Slip/Fall Statistics

Does Your Business Meet OSHA, ADA and ASTM/NFSI Floor Slip Resistance Standards?

Here are the potential costs of not being in compliance…

Lawsuits can cost millions:

• In Rockford, IL., a jury awarded a man $1 million, after he slipped on a wet floor at the Steam Plant Restaurant and sustained multiple broken bones.
• The Supreme Court awarded a man’s wife $2 million after he slipped on a hospital floor, suffered a head injury and died.
• A New York City doorman who received $6 million from the NYC subway system, after he slipped and fell on subway steps, resulting in permanent and disabling injuries that prevented him from performing his duties as a doorman. The jury ruled that it was the responsibility of NYC subway to keep train steps safe and clean.

Fines can be costly as well:

• If can be determined by the Justice Department that the surface is in violation, when "feasible" measures could have been taken, a fine of up to $50,000 can be imposed for the first violation and $100,000 for each violation thereafter. These fines do not include punitive damages.

In either instance, the burden of proof is on the business, to prove the practiced "DUE DILIGENCE" when in keeping floors clean and safe. Slip Solutions products demonstrate DUE DILIGENCE, and provide you with documentation of before and after conditions.

Slips and Falls…

• Are the leading cause for visits to the ER (over 8 million), and the cause half of all accidental deaths in the homes each year.
• According to the Consumer Product Safety Commission (CPSC), floors and flooring materials contribute directly to more than 2 million fall injuries each year.
• 85% of worker’s compensation claims are attributed to employees slipping on slick floors (Industrial Safety & Occupational Health Markets 5th edition)
• Are the primary cause of lost work days, workers’ comp claims and workplace injury for workers 55 years and older.
• Twenty-two percent of slip/fall incidents resulted in more than 31 days away from work (US Bureau of Labor Statistics (2002).
• Compensation and medical costs associated with employee slip/fall accidents is approximately $70 billion annually (National Safety Council Injury Facts 2003 edition).
• Total injuries due to falls estimated at $13-14 million per year in U.S. Falls are the number one cause of accidental injury, resulting in 20.8 percent of all emergency room visits in 1995. (Motor vehicle accidents accounted for 11.9 percent of ER visits.)
• According to the American Trucking Association, slips and falls are the leading cause of compensable injury in the trucking industry.

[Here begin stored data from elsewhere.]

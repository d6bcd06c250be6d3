package org.holdover.sizing;

import java.util.Arrays;
import java.util.List;
import java.util.concurrent.TimeUnit;
import org.holdover.project.InputException;
import org.holdover.project.ProjectReader;
import org.openjdk.jmh.annotations.Benchmark;
import org.openjdk.jmh.annotations.BenchmarkMode;
import org.openjdk.jmh.annotations.Fork;
import org.openjdk.jmh.annotations.Level;
import org.openjdk.jmh.annotations.Measurement;
import org.openjdk.jmh.annotations.Mode;
import org.openjdk.jmh.annotations.OperationsPerInvocation;
import org.openjdk.jmh.annotations.OutputTimeUnit;
import org.openjdk.jmh.annotations.Scope;
import org.openjdk.jmh.annotations.Setup;
import org.openjdk.jmh.annotations.State;
import org.openjdk.jmh.annotations.Warmup;

/**
 * The system search's rates on the cabin demo (demo data): whole systems through the cheap checks per second,
 * candidate systems simulated per second (one thread, and all cores in batches as the search runs them; each
 * candidate is two simulated years: a warm-up year and the year measured), and the whole search. Run with
 * {@code mvn -B -Pbench test-compile exec:exec -Djmh.args="SystemSearch"}; add {@code -prof gc} for allocation.
 */
@BenchmarkMode(Mode.Throughput)
@OutputTimeUnit(TimeUnit.SECONDS)
@Warmup(iterations = 2, time = 3)
@Measurement(iterations = 3, time = 4)
@Fork(value = 1, jvmArgs = {"-Xmx2g"})
@State(Scope.Benchmark)
public class SystemSearchBenchmark {

    static final int BATCH = 256;

    private SizingInput cabin;
    private List<SystemSearch.Cand> candidates;
    private double[] batteryTemp;
    private int next;

    @Setup(Level.Trial)
    public void setUp() throws InputException {
        String f = "examples/ridge-cabin-offgrid.yaml";
        cabin = ProjectAssembler.assemble(ProjectReader.read(java.nio.file.Path.of(f), f));
        candidates = SystemSearch.candidates(cabin);
        batteryTemp = new double[cabin.loads().calendar().hours()];
        Arrays.fill(batteryTemp, cabin.batteryDesignC());
        System.out.println("candidates passing the cheap checks: " + candidates.size());
    }

    /** Every component check of the cabin and the systems whose parts pass (one operation = one whole system). */
    @Benchmark
    public int cheapChecksWholeCatalog() {
        return SystemSearch.candidates(cabin).size();
    }

    /** One candidate's simulated year on one thread. */
    @Benchmark
    public double simulateOneCandidate() {
        SystemSearch.Cand c = candidates.get(next++ % candidates.size());
        return SystemSearch.simulate(cabin, c, batteryTemp, "", SearchResult.Objective.CAPITAL).unmetWh();
    }

    private final SystemSearch.Conditions cache = new SystemSearch.Conditions();

    /**
     * A batch of candidates on all cores, as the search runs them: the next {@value #BATCH} in cost order, handed to the
     * threads grouped by inverter and battery module, sharing conditions (one operation = one candidate).
     */
    @Benchmark
    @OperationsPerInvocation(BATCH)
    public double simulateBatchAllCores() {
        int from = next;
        next += BATCH;
        List<SystemSearch.Cand> batch = new java.util.ArrayList<>(BATCH);
        for (int k = 0; k < BATCH; k++) {
            batch.add(candidates.get((from + k) % candidates.size()));
        }
        return SystemSearch.simulateBatch(cabin, batch, batteryTemp, SearchResult.Objective.CAPITAL, cache)[0].unmetWh();
    }

    /** The whole search with its frontier and sensitivity cases (one operation = one search). */
    @Benchmark
    public Object wholeSearch() {
        return SystemSearch.run(cabin, SystemSearch.Options.defaults());
    }
}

Slip-and-falls and the nation’s elderly

• One of every three persons over the age of 65 will experience a fall
• More than 15,000 people over the age of 65 die annually as a result of a fall (doubled last 10 yrs).
• 1.8 million people over the age of 65 were treated in an emergency room as a result of a fall.
• For people aged 65-84 years, falls are the second leading cause of injury-related death; for those aged 85 years or older, falls are the leading cause of injury-related death.
• Falls account for 87% of all fractures among people over the age of 65 and are the second leading cause of spinal cord and brain injury.
• Half of all elderly adults (over the age of 65) hospitalized for hip fractures cannot return home or live independently after the fracture.
• Falls represent 40% of all nursing home admissions.
• More than 60% of nursing homes residents will fall each year.
• According to The National Institute on Aging, every year 30% of people over the age of 65 will sustain a fall.
• People over the age of 85 are 10-15 times more likely to experience a hip fracture than are people aged 60-65 years.